Hey, I just got around to studying this. - Nice clear email! - Everything really makes sense. - Thank you for fixing the -excludes thing in the yaml. That was rough :) - The graph view in Blue Ocean is easy to see and understand. - "We now support “sub stages” which provide the ability to run multiple different scripts in parallel" -- what kind of races should we watch out for? :) For example in OST, I think I'll have to adapt docker stuff to be aware that another set of containers could be running at the same time -- not positive though. It looks like the substages replace change_resolver in OST. Can you go into that in more detail? How does this impact running run mock_runner locally? When I run it locally it doesn't appear to paralleilize like it does in jenkins / Blue Ocean. Best wishes, Greg On Mon, Apr 16, 2018 at 10:17 AM, Barak Korren <bkorren@redhat.com> wrote:
The CI team is thrilled to announce the general availability of the second version of the oVirt CI standard. Work on this version included almost a complete rewrite of the CI backend. The major user-visible features are:
- Project maintainers no longer need to maintain YAML in the ‘jenkins’ repository. Details that were specified there, including targeted distributions, architectures and oVirt versions should now be specified in a YAML file under the project’s own repository (In a different syntax).
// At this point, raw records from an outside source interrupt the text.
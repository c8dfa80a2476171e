//! The scenario file (TOML): parse, validate, convert every quantity to SI, and compile the
//! model, producing a [`Study`] the engine can run. Every error names the file, line, column and
//! key and shows a valid example; nothing is clamped silently.
//!
//! One job a file: `study` (the validated study and its parts), `load` (the top level of the
//! walk), `inputs` (one `[inputs.NAME]` table), `measurands` (the chain and the formulas),
//! `correlation`, `noise`, `sweep`, `variants`, `schema`; `table` and `source` keep positions
//! for messages.

mod correlation;
mod forecast;
mod inputs;
mod load;
mod measurands;
mod noise;
mod procedure;
mod record;
pub(crate) mod schema;
mod source;
mod study;
mod sweep;
mod table;
mod variants;

pub use crate::physics::noise::{NoiseSettings, PSD_CONVENTION, Target};
pub use correlation::{CorrelatedGroup, CorrelatedPair, Correlations};
pub use forecast::Forecast;
pub use inputs::{InputQuantity, Law, OUTSIDE_TOLERANCE, family_example, family_names};
pub(crate) use load::read_scenario_text;
pub use load::{load_file, load_str};
pub use noise::{MeasuredNoise, NoiseFloor};
pub use source::{Source, edit_distance, nearest};
pub use study::{
    Adaptive, DEFAULT_ADAPTIVE_MAX_TRIALS, DEFAULT_TRIALS, MAX_INPUTS, MAX_SCENARIO_BYTES,
    MAX_TRIALS, MIN_TRIALS, Measurand, Study, Sweep, adaptive_batch_trials,
};
pub(crate) use variants::load_designs;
- We now support “sub stages” which provide the ability to run multiple different scripts in parallel within the same STDCI stage. There is also a conditional syntax which allows controlling which scripts get executed according to which files were changed in the patch being tested.
- The STDCI script file names and locations can now be customized via the above mentioned YAML file. This means that for e.g. using the same script for different stages can now be done by assigning it to the stages in the YAML file instead of by using symlinks.
Inspecting job results in STDCI V2 ---------------------------------- As already mentioned, the work on STDCI V2 consisted of a major rewrite of the CI backend, one of the changes made is switching from using multiple “FreeStyle” type jobs per project to just two (pre-merge and post-merge) pipeline jobs. This has implications for the way job results are to be inspected.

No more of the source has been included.